Loading checkpoint shards: 100%|β–ˆβ–ˆβ–ˆβ–ˆβ–ˆβ–ˆβ–ˆβ–ˆβ–ˆβ–ˆβ–ˆβ–ˆβ–ˆβ–ˆβ–ˆβ–ˆβ–ˆβ–ˆβ–ˆβ–ˆβ–ˆβ–ˆβ–ˆβ–ˆβ–ˆβ–ˆβ–ˆβ–ˆβ–ˆβ–ˆβ–ˆβ–ˆβ–ˆβ–ˆβ–ˆβ–ˆβ–ˆβ–ˆβ–ˆβ–ˆβ–ˆβ–ˆβ–ˆβ–ˆβ–ˆβ–ˆβ–ˆβ–ˆβ–ˆβ–ˆβ–ˆβ–ˆβ–ˆβ–ˆβ–ˆβ–ˆβ–ˆβ–ˆβ–ˆβ–ˆβ–ˆβ–ˆβ–ˆβ–ˆβ–ˆβ–ˆβ–ˆβ–ˆβ–ˆβ–ˆβ–ˆβ–ˆβ–ˆβ–ˆβ–ˆβ–ˆ| 2/2 [00:04<00:00,  2.05s/it]
The attention mask and the pad token id were not set. As a consequence, you may observe unexpected behavior.
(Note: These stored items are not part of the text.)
//! The charts of the screen as vectors: the year, its canals, and all the years.

mod canals;
mod season;
mod years;

pub(super) use canals::{legend as canal_legend, strips};
pub(super) use season::season;
pub(super) use years::years;

use chrono::Month;

use super::face::Face;
use super::model::{At, Ink, Piece};
use super::pen::{End, LABEL, Style, dashed, letters, line, straight};
use crate::picture::views::scene::YearShown;
use crate::words::Words;

/// Small type on charts.
pub(super) const TICK: Style = Style::new(Face::Regular, 6.8, Ink::Quiet);
/// Dashes of what was.
pub(super) const AS_IT_WAS: (f64, f64) = (2.6, 1.9);

/// A field with two axes.
#[derive(Clone, Copy, Debug, PartialEq)]
pub(super) struct Plot {
    pub left: f64,
    pub top: f64,
    pub wide: f64,
    pub high: f64,
    pub across: (f64, f64),
    pub up: (f64, f64),
}

impl Plot {
    pub fn x(&self, value: f64) -> f64 {
        let (from, to) = self.across;
        self.left + self.wide * (value - from) / (to - from)
    }

    pub fn y(&self, value: f64) -> f64 {
        let (from, to) = self.up;
        self.top + self.high * (1.0 - (value - from) / (to - from))
    }

    pub fn at(&self, x: f64, value: f64) -> At {
        At::new(self.x(x), self.y(value))
    }

    pub fn foot(&self) -> f64 {
        self.top + self.high
    }

    /// Daily values as unbroken runs, thinned to what can be seen.
    pub fn runs(&self, values: &[f64]) -> Vec<Vec<At>> {
        let mut runs: Vec<Vec<At>> = vec![Vec::new()];
        for (day, value) in values.iter().enumerate() {
            if value.is_finite() {
                if let Some(run) = runs.last_mut() {
                    run.push(self.at(day as f64 + 0.5, *value));
                }
            } else if runs.last().is_some_and(|run| !run.is_empty()) {
                runs.push(Vec::new());
            }
        }
        runs.retain(|run| !run.is_empty());
        runs.iter().map(|run| thinned(run, 0.12)).collect()
    }

    /// Daily values as areas down to the foot.
    pub fn areas(&self, values: &[f64]) -> Vec<Vec<At>> {
        let mut areas = self.runs(values);
        for area in &mut areas {
            if let (Some(first), Some(last)) = (area.first().copied(), area.last().copied()) {
                area.push(At::new(last.x, self.foot()));
                area.push(At::new(first.x, self.foot()));
            }
        }
        areas
    }
}

/// A line with fewer corners that nowhere strays further than `most` points (Douglas and Peucker 1973).
pub(super) fn thinned(run: &[At], most: f64) -> Vec<At> {
    let mut kept = vec![false; run.len()];
    if let [first, .., last] = kept.as_mut_slice() {
        (*first, *last) = (true, true);
    } else {
        return run.to_vec();
    }
    let mut open = vec![(0, run.len() - 1)];
    while let Some((from, to)) = open.pop() {
        let (a, b) = (run[from], run[to]);
        let span = libm::hypot(b.x - a.x, b.y - a.y);
        let off = |at: &At| {
            let cross = (b.x - a.x) * (a.y - at.y) - (a.x - at.x) * (b.y - a.y);
            if span > 0.0 { (cross / span).abs() } else { libm::hypot(at.x - a.x, at.y - a.y) }
        };
        let furthest = (from + 1..to).map(|index| (index, off(&run[index]))).max_by(|a, b| a.1.total_cmp(&b.1));
        if let Some((index, off)) = furthest
            && off > most
        {
            kept[index] = true;
            open.push((from, index));
            open.push((index, to));
        }
    }
    run.iter().zip(&kept).filter(|(_, kept)| **kept).map(|(at, _)| *at).collect()
}

/// The months of the year along the foot of a plot whose values are days: a tick at each first, the name between two.
pub(super) fn months(plot: &Plot, year: &YearShown<'_>, voices: &[&Words]) -> Vec<Piece> {
    let (from, to) = (plot.across.0 as usize, (plot.across.1 as usize).min(year.calendar.len()));
    let days = year.calendar.get(from..to).unwrap_or_default();
    let mut begins: Vec<(usize, u8)> = Vec::new();
    for (index, day) in days.iter().enumerate() {
        if index == 0 || day.month_day.day == 1 {
            begins.push((from + index, day.month_day.month));
        }
    }
    let mut pieces = Vec::new();
    let mut ticks = Vec::new();
    let y = plot.foot();
    let ends = begins.iter().skip(1).map(|(begin, _)| *begin).chain([to]);
    let spans: Vec<(f64, f64, Month)> = begins
        .iter()
        .zip(ends)
        .map(|((begin, month), end)| {
            (plot.x(*begin as f64), plot.x(end as f64), Month::try_from(*month).unwrap_or(Month::January))
        })
        .collect();
    let name = |month: Month| each(voices, |words| words.month_short(month)).join(" · ");
    // All months by their names, or all by their letters.
    let whole = spans.iter().filter(|(x, end, _)| end - x > plot.wide / 14.0);
    let fits = whole.into_iter().all(|(x, end, month)| TICK.width(&name(*month)) <= end - x - 2.0);
    for (x, end, month) in spans {
        ticks.push(vec![At::new(x, y), At::new(x, y + 3.0)]);
        let name = if fits { name(month) } else { each(voices, |words| words.month_letter(month)).join("·") };
        if TICK.width(&name) <= end - x - 2.0 {
            pieces.push(letters(&name, At::new((x + end) / 2.0, y + 9.0), End::Middle, TICK));
        }
    }
    ticks.push(vec![At::new(plot.x(to as f64), y), At::new(plot.x(to as f64), y + 3.0)]);
    pieces.insert(0, line(ticks, 0.5, Ink::Rule));
    pieces
}

/// The height that [`months`] takes below its plot.
pub(super) const MONTHS_PT: f64 = 12.0;

/// A text in each language, without those that say the same again; the gap that does not break is a plain one here.
pub(super) fn each(voices: &[&Words], say: impl Fn(&Words) -> String) -> Vec<String> {
    let mut said: Vec<String> = Vec::new();
    for words in voices {
        let text = say(words);
        if !said.contains(&text) {
            said.push(text);
        }
    }
    said
}

/// Draws a sample in a box: left, top, width, height.
type Sample = Box<dyn Fn(f64, f64, f64, f64) -> Vec<Piece>>;

/// Samples with their names, on one line or two.
#[derive(Default)]
pub(super) struct Legend {
    entries: Vec<(String, Sample)>,
}

impl Legend {
    /// Width of a sample.
    const SAMPLE: f64 = 18.0;
    const HIGH: f64 = 6.5;
    /// From one line to the next.
    const LINE: f64 = 11.0;

    /// Adds a sample and its name.
    pub fn entry(&mut self, name: &str, draw: impl Fn(f64, f64, f64, f64) -> Vec<Piece> + 'static) {
        self.entries.push((name.to_owned(), Box::new(draw)));
    }

    /// The two lines that most charts share.
    pub fn runs(&mut self, changed: bool, voices: &[&Words]) {
        let say = |id: &str| each(voices, |words| words.say(id, &[])).join(" · ");
        let now = if changed { "picture-with-changes" } else { "picture-as-it-was" };
        self.entry(&say(now), |x, y, wide, high| {
            let middle = y + high / 2.0;
            vec![straight(At::new(x, middle), At::new(x + wide, middle), 1.5, Ink::Water)]
        });
        if changed {
            self.entry(&say("picture-as-it-was"), |x, y, wide, high| {
                let middle = y + high / 2.0;
                vec![dashed(vec![vec![At::new(x, middle), At::new(x + wide, middle)]], 0.9, Ink::Black, AS_IT_WAS)]
            });
        }
    }

    /// Everything from `left` on within that width, and how high it is.
    pub fn lay_out(&self, left: f64, width: f64) -> (Vec<Piece>, f64) {
        let mut pieces = Vec::new();
        let (mut x, mut y) = (left, Self::LINE / 2.0);
        for (name, draw) in &self.entries {
            let own = Self::SAMPLE + 4.0 + TICK.width(name);
            if x > left && x + own > left + width {
                (x, y) = (left, y + Self::LINE);
            }
            pieces.extend(draw(x, y - Self::HIGH / 2.0, Self::SAMPLE, Self::HIGH));
            let at = At::new(x + Self::SAMPLE + 4.0, super::pen::centred(y, TICK));
            pieces.push(letters(name, at, End::Left, TICK));
            x += own + 12.0;
        }
        (pieces, y + Self::LINE / 2.0 + 2.0)
    }
}

/// Names and scale at the left of a plot, on two lines.
pub(super) fn side_words(names: &[String], scales: &[String], top: f64, room: f64) -> [Piece; 2] {
    let (name, scale) = (names.join(" · "), scales.join(" · "));
    let y = top + LABEL.size * 0.85;
    let below = y + TICK.line_pt();
    [
        letters(&name, At::new(0.0, y), End::Left, LABEL.fitting(&name, room, 4.5)),
        letters(&scale, At::new(0.0, below), End::Left, TICK.fitting(&scale, room, 4.5)),
    ]
}

/// Left of the plots, for names and scales: wider where two languages share it.
pub(super) fn side_pt(voices: &[&Words]) -> f64 {
    if voices.len() > 1 { 126.0 } else { 92.0 }
}

#[cfg(test)]
mod tests {
    use super::*;

    #[test]
    fn thinning_keeps_the_shape() {
        let run: Vec<At> =
            (0..366).map(|day| At::new(f64::from(day), 40.0 * libm::sin(f64::from(day) / 30.0))).collect();
        let thin = thinned(&run, 0.12);
        assert!(thin.len() < run.len() / 3, "{}", thin.len());
        // Every corner left out lies within the tolerance of the piece over it.
        for at in &run {
            let index = thin.partition_point(|kept| kept.x < at.x).clamp(1, thin.len() - 1);
            let (a, b) = (thin[index - 1], thin[index]);
            let share = (at.x - a.x) / (b.x - a.x);
            assert!((a.y + (b.y - a.y) * share - at.y).abs() < 0.2, "{at:?}");
        }
    }

    #[test]
    fn a_gap_in_the_values_parts_the_line() {
        let plot = Plot { left: 0.0, top: 0.0, wide: 10.0, high: 10.0, across: (0.0, 5.0), up: (0.0, 1.0) };
        assert_eq!(plot.runs(&[0.0, 1.0, f64::NAN, 1.0, 0.0]).len(), 2);
        assert_eq!(plot.areas(&[]).len(), 0);
    }
}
Please pass your input's `attention_mask` to obtain reliable results.
...
Executed in   70.49 secs    fish           external
  • Fine, but slow, let’s ggml

Convert to GGML

git clone https://github.com/ggerganov/ggml
mkdir build && cd build
# using system CUDA is fine
cmake -DGGML_CUBLAS=ON -DCMAKE_CUDA_COMPILER=/opt/cuda/bin/nvcc ..
# or -j`nproc`
make -j32 all
pip install -r ../requirements.txt
pip install pygments

# 0 for fp32, 1 for fp16
python ./examples/replit/convert-h5-to-ggml.py [replit_model_folder] 1
# outputs ggml-model-f16.bin in folder

# Optional quantize - for me fp16 is 105ms/tok, q8_0 is 60ms/tok, q5_1 is 50ms/tok
build/bin/replit-quantize ggml-model-f16.bin q8_0.bin 7
build/bin/replit-quantize ggml-model-f16.bin q5_1.bin 9

Test GGML

time build/bin/replit -m /data/ai/models/llm/replit/replit-code-instruct-glaive/ggml-model-f16.bin -p "# Python function to call OpenAI Completion API" -n 100
...
ggml_init_cublas: found 1 CUDA devices:
  Device 0: NVIDIA GeForce RTX 4090
replit_model_load: memory_size =   640.00 MB, n_mem = 65536
...
main:  predict time = 22038.78 ms / 105.45 ms per token
...
Executed in   12.97 secs    fish           external

C Transformers

We want C Transformers, a Python GGML wrapper since it will allow us to use w/ LangChain and other Python projects:

CT_CUBLAS=1 pip install -U ctransformers --no-binary ctransformers

And our test script based off of the usage docs:

from ctransformers import AutoModelForCausalLM
import time

MODEL = '/data/ai/models/llm/replit/replit-code-instruct-glaive/ggml-model-f16.bin'
PROMPT = '# Python function to call OpenAI Completion API'

start = time.time()
print('Loading... ', end='')
llm = AutoModelForCausalLM.from_pretrained(MODEL, model_type='replit', gpu_layers=99)
t = time.time() - start
print(f'{t:.2f}s')

tokens = llm.tokenize(PROMPT)

n = 0
start = time.time()
for token in llm.generate(tokens):
    print(llm.detokenize(token), end='')

    # 100 tokens pls
    n += 1
    if n >= 100:
        break
tps = (time.time() - start)/100
print('\n\n')
print(f'*** {t:.3f} s/t')

Output:

❯ time python test-ggml.py
Loading... 0.79s
...
*** 0.786 s/t
...
Executed in   13.22 secs    fish           external

ChatDocs

We can test how CTransformers works with ChatDocs.

Our chatdocs.yml:

ctransformers:
  model: /data/ai/models/llm/replit/replit-code-instruct-glaive
  model_file: ggml-model-f16.bin
  model_type: replit
  config:
    context_length: 2048

Setup:

pip install chatdocs

# note you need to make sure chatdocs is using your conda Python
# you can either run: python `which chatdocs` [command]
# or you can modify the chatdocs bin

chatdocs download
chatdocs add /path/to/documents
chatdocs ui
  • I ran into some issues w/ ChromaDB’s indexing. Will need to debug later

replit-3b-inference

For just testing out simple interactive usage, adapting the inference.py worked well (just replace the model and ggml path).